◆ Data listing ◆
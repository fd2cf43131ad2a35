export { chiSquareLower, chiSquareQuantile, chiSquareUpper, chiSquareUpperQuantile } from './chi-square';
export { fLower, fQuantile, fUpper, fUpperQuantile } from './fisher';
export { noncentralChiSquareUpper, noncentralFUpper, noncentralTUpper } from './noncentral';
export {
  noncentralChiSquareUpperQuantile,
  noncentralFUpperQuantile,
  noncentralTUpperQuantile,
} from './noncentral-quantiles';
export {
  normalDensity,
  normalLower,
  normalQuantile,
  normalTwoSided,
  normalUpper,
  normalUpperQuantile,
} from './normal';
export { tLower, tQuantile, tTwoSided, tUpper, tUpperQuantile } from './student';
* * *
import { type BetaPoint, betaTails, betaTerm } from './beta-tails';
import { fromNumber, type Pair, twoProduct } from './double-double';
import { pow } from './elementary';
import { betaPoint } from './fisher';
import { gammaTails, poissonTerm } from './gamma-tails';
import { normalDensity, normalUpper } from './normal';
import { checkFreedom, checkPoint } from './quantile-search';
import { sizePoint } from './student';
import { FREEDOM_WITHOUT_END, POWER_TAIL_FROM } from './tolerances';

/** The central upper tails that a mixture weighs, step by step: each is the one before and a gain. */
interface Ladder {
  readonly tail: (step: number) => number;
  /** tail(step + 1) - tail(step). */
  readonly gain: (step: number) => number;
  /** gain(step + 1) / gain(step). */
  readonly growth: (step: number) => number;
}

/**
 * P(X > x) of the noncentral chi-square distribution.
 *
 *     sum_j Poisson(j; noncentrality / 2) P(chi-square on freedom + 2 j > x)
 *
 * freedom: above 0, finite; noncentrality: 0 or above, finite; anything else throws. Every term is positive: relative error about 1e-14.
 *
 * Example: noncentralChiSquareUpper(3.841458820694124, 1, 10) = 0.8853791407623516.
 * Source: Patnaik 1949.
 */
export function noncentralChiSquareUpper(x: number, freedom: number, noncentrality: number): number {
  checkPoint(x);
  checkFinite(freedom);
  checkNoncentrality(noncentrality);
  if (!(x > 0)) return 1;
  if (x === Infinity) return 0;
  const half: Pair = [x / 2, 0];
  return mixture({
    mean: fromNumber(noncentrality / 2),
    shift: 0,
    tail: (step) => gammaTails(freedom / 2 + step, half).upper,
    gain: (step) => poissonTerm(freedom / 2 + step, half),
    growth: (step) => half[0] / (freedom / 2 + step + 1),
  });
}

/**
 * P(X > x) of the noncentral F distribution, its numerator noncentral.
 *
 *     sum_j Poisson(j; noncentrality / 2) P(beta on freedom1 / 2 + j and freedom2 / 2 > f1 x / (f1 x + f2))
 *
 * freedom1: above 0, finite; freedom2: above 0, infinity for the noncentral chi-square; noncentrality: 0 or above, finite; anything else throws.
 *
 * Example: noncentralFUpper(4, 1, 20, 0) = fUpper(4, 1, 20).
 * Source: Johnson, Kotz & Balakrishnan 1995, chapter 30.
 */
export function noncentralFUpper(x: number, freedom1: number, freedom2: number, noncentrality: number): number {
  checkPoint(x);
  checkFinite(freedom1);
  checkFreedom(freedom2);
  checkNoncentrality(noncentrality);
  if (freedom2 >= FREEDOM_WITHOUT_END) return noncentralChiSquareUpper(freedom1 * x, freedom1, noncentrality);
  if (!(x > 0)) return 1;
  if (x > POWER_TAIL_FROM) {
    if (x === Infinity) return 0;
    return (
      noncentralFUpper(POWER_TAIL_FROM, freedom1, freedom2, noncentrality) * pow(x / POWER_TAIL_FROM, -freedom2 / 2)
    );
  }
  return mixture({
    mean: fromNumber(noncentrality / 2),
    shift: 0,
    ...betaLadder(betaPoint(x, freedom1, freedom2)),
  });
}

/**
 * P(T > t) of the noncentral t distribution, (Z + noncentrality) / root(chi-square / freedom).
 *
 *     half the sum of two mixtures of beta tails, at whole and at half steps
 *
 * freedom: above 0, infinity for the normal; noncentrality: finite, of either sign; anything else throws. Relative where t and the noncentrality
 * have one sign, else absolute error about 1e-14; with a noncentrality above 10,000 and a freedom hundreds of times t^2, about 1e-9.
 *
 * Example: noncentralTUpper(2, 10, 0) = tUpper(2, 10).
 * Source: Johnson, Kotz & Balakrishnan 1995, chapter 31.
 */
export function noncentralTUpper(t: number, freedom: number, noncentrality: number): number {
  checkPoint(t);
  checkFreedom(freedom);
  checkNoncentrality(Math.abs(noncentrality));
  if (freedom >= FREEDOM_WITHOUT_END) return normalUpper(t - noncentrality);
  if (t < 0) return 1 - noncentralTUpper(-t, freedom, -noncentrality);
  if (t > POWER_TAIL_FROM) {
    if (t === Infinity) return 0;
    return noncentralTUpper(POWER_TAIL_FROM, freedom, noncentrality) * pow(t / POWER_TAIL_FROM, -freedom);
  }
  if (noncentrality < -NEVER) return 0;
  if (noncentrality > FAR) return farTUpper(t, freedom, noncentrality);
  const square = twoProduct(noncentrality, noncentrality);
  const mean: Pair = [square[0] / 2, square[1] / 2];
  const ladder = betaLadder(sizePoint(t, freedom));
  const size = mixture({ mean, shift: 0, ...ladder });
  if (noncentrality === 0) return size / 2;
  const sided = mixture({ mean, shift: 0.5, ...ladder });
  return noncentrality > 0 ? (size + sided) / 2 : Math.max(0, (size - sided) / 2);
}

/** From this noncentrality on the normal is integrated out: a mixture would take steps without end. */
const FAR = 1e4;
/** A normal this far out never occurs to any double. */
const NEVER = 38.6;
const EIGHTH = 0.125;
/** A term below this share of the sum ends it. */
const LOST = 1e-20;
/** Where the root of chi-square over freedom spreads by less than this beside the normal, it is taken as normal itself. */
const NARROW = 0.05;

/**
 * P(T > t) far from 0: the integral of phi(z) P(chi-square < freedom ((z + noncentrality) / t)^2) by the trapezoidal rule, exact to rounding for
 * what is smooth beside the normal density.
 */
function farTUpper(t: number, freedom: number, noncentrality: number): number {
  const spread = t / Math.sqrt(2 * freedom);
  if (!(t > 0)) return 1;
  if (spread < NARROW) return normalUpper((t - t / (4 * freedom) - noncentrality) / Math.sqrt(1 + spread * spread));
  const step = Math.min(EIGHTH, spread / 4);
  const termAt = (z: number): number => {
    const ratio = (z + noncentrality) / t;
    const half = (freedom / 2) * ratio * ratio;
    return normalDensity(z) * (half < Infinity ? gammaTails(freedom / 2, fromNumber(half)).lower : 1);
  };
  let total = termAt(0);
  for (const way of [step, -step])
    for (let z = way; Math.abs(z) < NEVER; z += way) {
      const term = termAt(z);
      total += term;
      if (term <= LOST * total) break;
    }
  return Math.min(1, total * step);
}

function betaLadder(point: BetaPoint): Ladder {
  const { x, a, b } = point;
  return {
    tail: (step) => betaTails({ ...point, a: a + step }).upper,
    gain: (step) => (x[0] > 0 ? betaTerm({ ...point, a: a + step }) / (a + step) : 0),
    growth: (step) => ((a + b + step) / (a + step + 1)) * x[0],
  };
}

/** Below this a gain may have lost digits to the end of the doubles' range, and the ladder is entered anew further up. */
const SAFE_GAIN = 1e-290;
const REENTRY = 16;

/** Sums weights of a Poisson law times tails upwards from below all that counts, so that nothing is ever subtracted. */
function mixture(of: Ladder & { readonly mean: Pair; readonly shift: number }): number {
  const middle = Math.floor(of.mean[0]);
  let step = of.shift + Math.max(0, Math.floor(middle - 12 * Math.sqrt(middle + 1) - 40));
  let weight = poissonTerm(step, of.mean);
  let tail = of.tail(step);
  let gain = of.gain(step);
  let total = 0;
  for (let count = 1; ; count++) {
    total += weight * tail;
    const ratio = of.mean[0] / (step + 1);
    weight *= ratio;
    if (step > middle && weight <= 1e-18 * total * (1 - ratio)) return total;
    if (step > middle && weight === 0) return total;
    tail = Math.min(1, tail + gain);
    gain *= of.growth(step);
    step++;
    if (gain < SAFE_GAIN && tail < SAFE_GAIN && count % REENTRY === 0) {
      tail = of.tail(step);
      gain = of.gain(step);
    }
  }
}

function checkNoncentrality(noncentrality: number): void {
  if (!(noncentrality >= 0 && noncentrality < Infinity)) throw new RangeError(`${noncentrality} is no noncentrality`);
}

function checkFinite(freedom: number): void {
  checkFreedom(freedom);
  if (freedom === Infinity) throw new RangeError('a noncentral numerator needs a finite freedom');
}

◆ Task brief ◆
State how many lines in the entries hold the word "steps", giving the number alone.

◆ Response box ◆
2